Jesús and the Spanish language
How many years’ experience do you have as a translator?
I have almost 20 years’ experience as a translator.
What to keep in mind when working with your specific language as a target language?
Spanish is a very rich language taking into account that it is used by more than 500 million people from Spain and Latin America. Both sides significantly influence each other, making it a really dynamic and rich language. In order to master the rich nuances of this language, you need to read extensively to be aware and keep yourself up–to-date with the different cultural approaches.
What is the best thing about working as a translator?
The best thing is that I love my work and enjoy almost every single minute of it. So I feel very fortunate being able to develop myself as translator in this fast-moving company. As I said before, it is a challenging language with a rich and dynamic cultural structure, and every text nearly always presents me with many challenges so I never get bored! An additional advantage is that I can work from home, allowing me to share my job with my best workmate ever, my dog Milou!
What motivates you?
I like to deliver the best, always, even for the smallest of the customers because Spanish is history in itself. For me, communicating to such a big audience, and doing it with success, is a challenge worth taking on.
What do you as a translator experience as challenges?
To understand the client is crucial.
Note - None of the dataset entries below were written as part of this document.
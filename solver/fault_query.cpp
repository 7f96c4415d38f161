// SPDX-License-Identifier: Apache-2.0
#include "solver/fault_query.h"

#include <fmt/format.h>

#include <string_view>

#include "models/registry.h"
#include "models/units.h"

namespace sunder::solver {
namespace {

using models::Quantity;

struct NamedFault {
  std::string_view name;
  Fault fault;
};
constexpr NamedFault kFaults[] = {{"three-phase", Fault::three_phase},
                                  {"line-line", Fault::line_line},
                                  {"line-neutral", Fault::line_neutral},
                                  {"line-earth", Fault::line_earth},
                                  {"two-lines-earth", Fault::two_lines_earth}};
constexpr double kMostOhms = 1e6;  // above it nothing flows that a fault study could tell from rounding

const char* kPlaces = "an address such as workshop/W4, or a place along a run: S1@40% or S1@32m";

// Nothing where the text can be a place.
std::optional<Refusal> examine_place(const char* option, const std::string& text) {
  if (text.find_first_not_of(" \t") == std::string::npos) return Refusal{fmt::format("{} is empty", option), kPlaces};
  const std::size_t mark = text.rfind('@');
  if (mark == std::string::npos) return std::nullopt;
  if (text.find_first_not_of(" \t") >= mark)
    return Refusal{fmt::format("{} '{}' names no run in front of the '@'", option, text), kPlaces};
  const std::string where = text.substr(mark + 1);
  auto along = models::parse_quantity(where, Quantity::percentage);
  if (std::holds_alternative<models::UnitError>(along)) along = models::parse_quantity(where, Quantity::length);
  if (std::holds_alternative<models::UnitError>(along)) {
    return Refusal{fmt::format("{} '{}': behind the '@' a share or a length of the run is expected", option, text),
                   "40% of the way, or 32m from its start"};
  }
  if (std::get<double>(along) < 0)
    return Refusal{fmt::format("{} '{}' lies before the start of the run", option, text), ""};
  return std::nullopt;
}

std::variant<Fault, Refusal> read_fault(const std::string& text) {
  std::vector<std::string_view> names;
  for (const NamedFault& known : kFaults) {
    if (known.name == text) return known.fault;
    names.push_back(known.name);
  }
  const std::string_view near = models::nearest_name(text, names);
  return Refusal{fmt::format("--fault: there is no fault '{}'", text),
                 near.empty() ? "one of " + fault_names() : fmt::format("did you mean '{}'?", near)};
}

std::variant<double, Refusal> read_resistance(const std::string& text) {
  const auto ohms = models::parse_quantity(text, Quantity::impedance);
  if (const auto* error = std::get_if<models::UnitError>(&ohms))
    return Refusal{"--through: " + error->message, "a resistance, such as \"0.1 ohm\""};
  const double value = std::get<double>(ohms);
  if (!(value >= 0 && value <= kMostOhms)) {
    return Refusal{fmt::format("--through takes a resistance of 0 to {}, got '{}'",
                               models::format_quantity(kMostOhms, Quantity::impedance), text),
                   ""};
  }
  return value;
}

}  // namespace

std::string fault_names() {
  std::string names;
  for (const NamedFault& known : kFaults) names += (names.empty() ? "" : ", ") + std::string(known.name);
  return names;
}

std::variant<FaultQuery, Refusal> read_fault_query(const FaultOptions& options) {
  FaultQuery query;
  query.currents = options.currents;
  query.touch = options.touch;
  if (options.at) {
    if (const auto refusal = examine_place("--at", *options.at)) return *refusal;
    query.at = *options.at;
  }
  if (!options.pair.empty()) {
    if (options.at) return Refusal{"--pair names both places itself and takes no --at", "--pair workshop/W4 office/O2"};
    if (options.fault)
      return Refusal{"--pair is a fault of its own, a line to earth at each place, and takes no --fault", ""};
    if (options.pair.size() != 2) return Refusal{"--pair takes two places", "--pair workshop/W4 office/O2"};
    for (const std::string& place : options.pair) {
      if (const auto refusal = examine_place("--pair", place)) return *refusal;
    }
    if (options.pair[0] == options.pair[1]) {
      return Refusal{fmt::format("--pair takes two different places, got '{}' twice", options.pair[0]),
                     fmt::format("at one place: --at {} --fault two-lines-earth", options.pair[0])};
    }
    query.at = options.pair[0];
    query.pair = options.pair[1];
  }
  if (options.fault) {
    const auto fault = read_fault(*options.fault);
    if (const auto* refusal = std::get_if<Refusal>(&fault)) return *refusal;
    query.fault = std::get<Fault>(fault);
  }
  if (options.through) {
    const auto ohms = read_resistance(*options.through);
    if (const auto* refusal = std::get_if<Refusal>(&ohms)) return *refusal;
    query.through_ohms = std::get<double>(ohms);
  }
  if (options.state) {
    if (options.state->find_first_not_of(" \t") == std::string::npos)
      return Refusal{"--state is empty", "the name of a supply state"};
    query.state = *options.state;
  }
  return query;
}

}  // namespace sunder::solver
Therefore, it is challenging to successfully convey their messages exactly as they want and I invest a lot of time in this. In addition to the actual translation itself, I spend time reading about the customer, their history, what they do, their products, aims, etc. and everything needed in order to understand them and deliver precisely what they expect, in the way they want.
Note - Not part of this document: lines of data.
// SPDX-License-Identifier: Apache-2.0
/// @file
/// How a network becomes a grid of conductors. What flows in it is in state_flow.cpp.
#include "solver/state_grid.h"

#include <fmt/format.h>

#include <Eigen/LU>
#include <algorithm>
#include <array>
#include <cmath>
#include <numbers>
#include <numeric>

#include "solver/windings.h"

namespace sunder::solver {
namespace {

using models::Conductor;
using models::ConductorSet;
using models::Earthing;
using models::Network;
using models::Source;
using models::StarPoint;
using models::Winding;

constexpr Conductor kLines[] = {Conductor::L1, Conductor::L2, Conductor::L3};

std::size_t at(int handle) { return static_cast<std::size_t>(handle); }

Complex scaled(Complex z, double reactance) { return {z.real(), z.imag() * reactance}; }

RunImpedance scaled(const RunImpedance& z, double reactance) {
  return {scaled(z.line, reactance), scaled(z.neutral, reactance), scaled(z.protective, reactance), z.pen};
}

int root_of(std::vector<int>& parent, int i) {
  while (parent[at(i)] != i) i = parent[at(i)] = parent[at(parent[at(i)])];
  return i;
}

}  // namespace

double driving_voltage_at(const Network& network, const StateTree& tree, int board, Condition condition,
                          Fault fault) noexcept {
  return driving_voltage(network, system_of(network, tree, board), condition,
                         fault == Fault::two_lines_earth ? Fault::line_earth : fault);
}

StateGrid::StateGrid(const Network& network, StateTree tree, Condition condition, bool with_motors)
    : network_(network), tree_(std::move(tree)), condition_(condition), with_motors_(with_motors) {
  for (std::size_t b = 0; b < network.boards.size(); ++b) grid_.add_node(tree_.conductors[b]);
  find_parts();
  add_runs();
  add_transformers();
  add_sources();
  add_motors();
  add_links();
  add_earths();
  connect_stars();
  grid_.prepare();
  solve_views();
}

void StateGrid::add_passive(std::vector<int> terminals, std::vector<int> groups,
                            std::function<Eigen::MatrixXcd(double)> y) {
  const int element = grid_.add_element(std::move(terminals), std::move(groups), y(1));
  passive_.push_back({element, std::move(y)});
}

void StateGrid::find_parts() {
  const std::size_t n = network_.boards.size();
  std::vector<int> part(n), whole(n);
  std::iota(part.begin(), part.end(), 0);
  whole = part;
  auto unite = [&](std::vector<int>& sets, int a, int b) { sets[at(root_of(sets, a))] = root_of(sets, b); };
  const models::SupplyState& state = network_.states[at(tree_.state)];
  auto live = [&](int a, int b) { return tree_.live(a) && tree_.live(b); };
  for (std::size_t i = 0; i < network_.submains.size(); ++i) {
    const models::Submain& s = network_.submains[i];
    if (!live(s.from, s.to) || state.submain_open[i]) continue;
    unite(part, s.from, s.to);
    unite(whole, s.from, s.to);
  }
  for (std::size_t i = 0; i < network_.links.size(); ++i) {
    const models::Link& l = network_.links[i];
    if (!live(l.from, l.to) || !state.link_closed[i]) continue;
    unite(part, l.from, l.to);
    unite(whole, l.from, l.to);
  }
  for (std::size_t i = 0; i < network_.transformers.size(); ++i) {
    const models::Transformer& t = network_.transformers[i];
    if (live(t.from, t.to) && !state.transformer_open[i]) unite(whole, t.from, t.to);
  }
  for (const models::Bond& bond : network_.bonds)
    if (bond.to >= 0 && live(bond.from, bond.to)) unite(part, bond.from, bond.to);
  part_.resize(n);
  whole_.resize(n);
  for (std::size_t b = 0; b < n; ++b) {
    part_[b] = root_of(part, static_cast<int>(b));
    whole_[b] = root_of(whole, static_cast<int>(b));
  }
  earthed_.assign(n, false);
}

Eigen::MatrixXcd StateGrid::source_admittance(const SourcePlace& place, const SourceValue& value,
                                              double reactance) const {
  const Source& source = network_.sources[at(place.source)];
  std::vector<int> lines;
  for (const Conductor c : kLines)
    if (source.lines.has(c)) lines.push_back(static_cast<int>(index(c)));
  const auto n = static_cast<Eigen::Index>(lines.size());
  Eigen::MatrixXcd series(n, n);
  for (Eigen::Index i = 0; i < n; ++i)
    for (Eigen::Index j = 0; j < n; ++j)
      series(i, j) =
          scaled(value.series(lines[static_cast<std::size_t>(i)], lines[static_cast<std::size_t>(j)]), reactance);
  Eigen::MatrixXcd y = series.inverse();
  Eigen::VectorXcd sums = y.rowwise().sum();
  if (value.star_open) {
    y -= (sums * sums.transpose() / sums.sum()).eval();
    sums.setZero();
  }
  Eigen::MatrixXcd whole(n + 1, n + 1);
  whole.topLeftCorner(n, n) = y;
  whole.topRightCorner(n, 1) = -sums;
  whole.bottomLeftCorner(1, n) = -sums.transpose();
  whole(n, n) = sums.sum();
  return whole;
}

int StateGrid::view_for(const std::vector<SourceValue>& values, double reactance) {
  auto same = [&](const View& view) {
    if (view.reactance != reactance) return false;
    for (std::size_t i = 0; i < values.size(); ++i)
      if (view.sources[i].series != values[i].series) return false;
    return true;
  };
  for (std::size_t v = 0; v < views_.size(); ++v)
    if (same(views_[v])) return static_cast<int>(v);
  View view{grid_, values, reactance};
  for (std::size_t r = 0; r < impedances_.size(); ++r)
    view.grid.set_run(static_cast<int>(r), scaled(impedances_[r], reactance));
  for (const Passive& passive : passive_)
    if (reactance != 1) view.grid.set_element(passive.element, passive.y(reactance));
  for (std::size_t i = 0; i < sources_.size(); ++i)
    if (sources_[i].element >= 0)
      view.grid.set_element(sources_[i].element, source_admittance(sources_[i], values[i], reactance));
  if (!view.grid.solve()) {
    const int node = view.grid.trouble_node();
    const std::string where = node < static_cast<int>(network_.boards.size())
                                  ? "board '" + network_.boards[at(node)].name + "'"
                                  : "the end of a run";
    trouble_ = "impedances that cancel one another around " + where;
    return -1;
  }
  // The solve checks itself: what is left over of an ampere.
  constexpr double kLeftOver = 1e-6;
  if (Grid again = view.grid; !(again.residual() <= kLeftOver)) {
    trouble_ = "impedances of more equal size: the equations are solved to no more than 1e-6";
    return -1;
  }
  views_.push_back(std::move(view));
  return static_cast<int>(views_.size()) - 1;
}

void StateGrid::solve_views() {
  // Open angles: in the maximum one of the ends makes the greatest current; in the minimum some angle
  // between them does, met within half a step: |Z| is short of its greatest by less than 0.4 %.
  constexpr int kSteps = 5;
  constexpr double kSlow = 0.4;  // 20 Hz of 50 Hz, 24 Hz of 60 Hz (IEC 60909-0, method C)
  const bool most = condition_ == Condition::maximum;
  of_fault_.assign(5, {});
  for (const Fault fault : {Fault::three_phase, Fault::line_line, Fault::line_neutral, Fault::line_earth}) {
    Candidates& of = of_fault_[static_cast<std::size_t>(fault)];
    std::vector<SourceTerm> terms(sources_.size());
    bool open = false;
    for (std::size_t i = 0; i < sources_.size(); ++i) {
      if (sources_[i].element < 0) continue;
      terms[i] = source_term(network_, network_.sources[at(sources_[i].source)], condition_, fault);
      open = open || (terms[i].known && terms[i].angle_high > terms[i].angle_low);
      if (terms[i].known) continue;
      of.known = false;
      of.needs = terms[i].needs;
    }
    if (!of.known) continue;
    const int steps = !open ? 1 : most ? 2 : kSteps;
    for (int step = 0; step < steps; ++step) {
      const double share = steps == 1 ? 0.0 : static_cast<double>(step) / (steps - 1);
      std::vector<SourceValue> values(sources_.size());
      for (std::size_t i = 0; i < sources_.size(); ++i) {
        const SourceTerm& term = terms[i];
        values[i].series = term.fixed;
        values[i].star_open = term.star_open;
        const double angle = term.angle_low + share * (term.angle_high - term.angle_low);
        for (int line = 0; line < 3; ++line) values[i].series(line, line) += std::polar(term.ohms, angle);
      }
      of.views.push_back(view_for(values, 1));
      if (most) of.slow.push_back(view_for(values, kSlow));
      if (!trouble_.empty()) {
        of.known = false;
        of.needs = trouble_;
        of.views.clear();
        break;
      }
    }
  }
  of_fault_[static_cast<std::size_t>(Fault::two_lines_earth)] = of_fault_[static_cast<std::size_t>(Fault::line_earth)];
}

}  // namespace sunder::solver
Also, at this point of my career, I strive to polish and continuously improve my style to always offer the best quality, at all levels, so the texts I translate can be easily used in every Spanish speaking country, independent of the cultural differences. Transcreation is also challenging when there is a need to adapt texts that are to be used in many countries with their own cultural approaches.
Practicing what I love most :-) Winter trekking!